Energy Efficiency Developments
In the IEA’s world energy outlook reference
scenario, CO2 emissions per capita are expected to grow significantly in China,
India, Russia and the Middle East over the period review. Growth in China and
India is expected to reflect industrial growth and growth in GDP, and in Russia
and Middle East to mainly reflect growth in oil and gas production.

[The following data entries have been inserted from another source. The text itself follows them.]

use super::*;
use crate::colour::Scale;
use crate::run::motion_sample;
use crate::run::sample::{self, Names};

fn nasty() -> crate::run::Run {
    sample::run_named(Names {
        middle: "m\"><script>alert(1)</script>",
        rope: "r'&<b>",
        case: "<script>alert('x')</script>",
        title: "</title><script>x</script>",
    })
}

#[test]
fn drawings_hold_no_markup_from_ids() {
    let run = nasty();
    let scale = Scale::over([1e3, 3e4]);
    let mut drawings: Vec<String> = run
        .states
        .iter()
        .filter_map(|state| plan(&run, state, &scale))
        .collect();
    assert_eq!(drawings.len(), 3);
    drawings.push(sections(&run).unwrap());
    drawings.push(convergence(&run).unwrap());
    for drawing in drawings {
        assert!(!drawing.contains("<script") && !drawing.contains("<b>"), "{drawing}");
        assert!(drawing.contains("&lt;"));
        assert!(!drawing.contains("NaN") && !drawing.contains("inf"), "{drawing}");
    }
}

#[test]
fn a_plan_tells_tensions_and_pulls() {
    let run = sample::run();
    let scale = Scale::over([19_615.0, 24_820.0]);
    let drawing = plan(&run, &run.states[1], &scale).unwrap();
    assert_eq!(drawing.matches("data-rope=").count(), 4);
    assert!(drawing.contains("data-axial-force-n=\"24820\""));
    assert_eq!(drawing.matches("class=\"pull\"").count(), 4);
    // 24.820 kN along (4.5, 4.5, -1.52259) of length 6.54357 m: 5.775 kN down.
    assert!(
        drawing.contains(">24.8 kN<") && drawing.contains(">5.78 down<"),
        "no pull on A"
    );
    assert!(
        drawing.contains(">14.5 kN<") && drawing.contains(" up<"),
        "no pull on B"
    );
}

#[test]
fn a_case_without_answer_is_drawn_as_such() {
    let run = sample::run();
    let drawing = plan(&run, &run.states[2], &Scale::over([1e3])).unwrap();
    assert!(drawing.contains("No answer") && drawing.contains("nothing holds the lamp"));
    assert!(
        !drawing.contains("data-rope="),
        "numbers of another state would mislead"
    );
}

#[test]
fn a_load_path_marks_both_rules_and_says_where_a_rope_goes_slack() {
    let mut run = sample::run_named(Names {
        middle: "m",
        rope: "<rope>",
        case: "full-snow",
        title: "t",
    });
    sample::give_path(&mut run, &[0.0, 0.5, 1.0, 1.5]);
    let state = &run.states[1];
    let drawn = doubling(&run, state, &run.load_path(state).unwrap());
    assert!(
        drawn.contains("data-on-action=\"29\"") && drawn.contains("data-on-effect=\"39\""),
        "{drawn}"
    );
    assert!(drawn.contains("slack from 0.500 F"));
    assert!(!drawn.contains("<rope>"));
}

#[test]
fn modes_are_drawn_with_their_frequencies() {
    let mut run = nasty();
    assert!(modes(&run, &run.states[0]).is_empty());
    assert!(!sections(&run).unwrap().contains("f1 "));
    let nodes = run.nodes.clone();
    sample::give_modes(&mut run, &nodes[nodes.len() - 1..]);
    let pages = modes(&run, &run.states[0]);
    assert_eq!(pages.len(), 1);
    let page = &pages[0];
    assert!(
        page.contains("mode 1 · 2.50 Hz · period 0.400 s") && page.contains("data-frequency-hz=\"4\""),
        "{page}"
    );
    assert!(page.contains("mode 3 · does not vibrate") && page.contains("takes part: x 0 %, y 25 %, z 100 %"));
    assert!(!page.contains("<script") && page.contains("&lt;") && !page.contains("NaN") && !page.contains("inf"));
    assert!(modes(&run, &run.states[1]).is_empty(), "another state has none");
    let drawn = sections(&run).unwrap();
    assert!(drawn.contains("f1 2.50 Hz") && drawn.contains("data-f1-hz=\"2.5\""));
    // Shapes that do not fit the modes are not drawn.
    run.states[0].columns.get_mut("mode_shape").unwrap().components = 6;
    assert!(modes(&run, &run.states[0]).is_empty());
}

fn drawing(run: &crate::run::Run, name: &str) -> String {
    let drawings = motion(run, &run.motions[0]);
    let names: Vec<String> = drawings.iter().map(|(name, _)| name.clone()).collect();
    let found = drawings.into_iter().find(|(known, _)| known == name);
    found.unwrap_or_else(|| panic!("no {name} among {names:?}")).1
}

#[test]
fn a_rope_over_time_says_which_way_time_runs_and_how_fast_a_wave_is() {
    let mut run = motion_sample::run_named("<b>");
    let drawn = drawing(&run, "rope-main");
    assert!(
        drawn.contains("time, downwards") && drawn.contains("transverse wave, 211 m/s"),
        "{drawn}"
    );
    // On the tension too: an axial wave passes 39.6 m in 10 ms of 400, too fast to be followed by eye.
    assert!(!drawn.contains("axial wave"));
    assert!(drawn.contains("positive along (0, 0, 1.00)") && !drawn.contains("<b>"));
    run.motions[0].waves[0].axial_m_per_s = 900.0;
    assert!(drawing(&run, "rope-main").contains("axial wave, 900 m/s"));
    // Where it cannot be followed, or nobody knows where it begins, that is said and nothing is drawn.
    assert!(drawn.contains("from where the dashed waves run: tie begins to break, 0 s"));
    run.motions[0].waves[0].transverse_most_m_per_s = 3000.0;
    let fast = drawing(&run, "rope-main");
    assert!(
        fast.contains("passes the rope in 0.0132 s, too fast") && !fast.contains("data-speed-m-per-s"),
        "{fast}"
    );
    run.motions[0].waves.clear();
    assert!(drawing(&run, "rope-main").contains("no mass per length"));
    // A slack rope is white, and the scale says so.
    assert!(!drawn.contains("white: slack"));
    run.motions[0].frames[20].ropes[0].tension_n[5] = 0.0;
    run.motions[0].frames[20].ropes[0].tension_n[6] = 90.0;
    let slack = drawing(&run, "rope-main");
    assert!(slack.contains("kN, log scale; white: slack") && slack.contains("data-what=\"slack\""));
}

#[test]
fn quantities_have_units_and_extremes() {
    let run = motion_sample::run_named("gust");
    let drawn = drawing(&run, "watched-1");
    let heights = run.motions[0].watched(0);
    let largest = heights.iter().copied().fold(0.0, f64::max);
    assert!(
        drawn.contains(&format!("{} mm at ", crate::number::three(largest * 1e3))),
        "{drawn}"
    );
    assert!(drawn.contains("(kN)") && drawn.contains("(m/s)") && drawn.contains("tie breaks, 0 s"));
    let drawn = drawing(&run, "energy");
    for label in [">kinetic ", ">elastic change ", ">dissipated ", ">released "] {
        assert!(drawn.contains(label), "{label}");
    }
    assert!(drawn.contains("Zero throughout: potential, work done."));
    let drawn = drawing(&run, "spectra-1");
    assert!(drawn.contains("data-natural-hz") && drawn.contains(">f1<") && drawn.contains(" Hz</text>"));
}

Usually energy efficiency is often referred
to as the ‘lowest hanging fruit’, both in terms of meeting CO2 emission
reduction targets and reducing energy consumption. As in the context of the
electric grid, energy efficiency can delay or reduce the need for investment in
new generation capacity and slow demand growth. For a business, energy
efficiency can reduce costs from having to purchase less energy from external
suppliers or having to buy electricity during expensive peak periods for
electricity and can postpone or avoid investment in new energy consuming
assets. In the context of transportation, energy efficiency can be used to
reduce fuel consumption and thus fuel costs per mile travelled. For power
generators, energy efficiency can reduce fuel consumption per kWh of
electricity generated and overall fuel costs per kWh of electricity generated.
This is especially important, as gas, coal and oil (mainly used for
transportation) costs are projected to rise over the long term, creating a
greater incentive to use fuels more conservatively.
An example of the use of energy efficiency
is in California, it is estimated that in the first six months of 2001 the
state’s energy efficiency measures saved up to USD 20 billion in projected
costs for summertime rolling blackouts and USD 660 million in spot market
electricity purchases. Measures introduced in the 1970s have resulted in
California being the most energy efficient state in the United States in terms
of GDP per kWh and per capita electricity usage.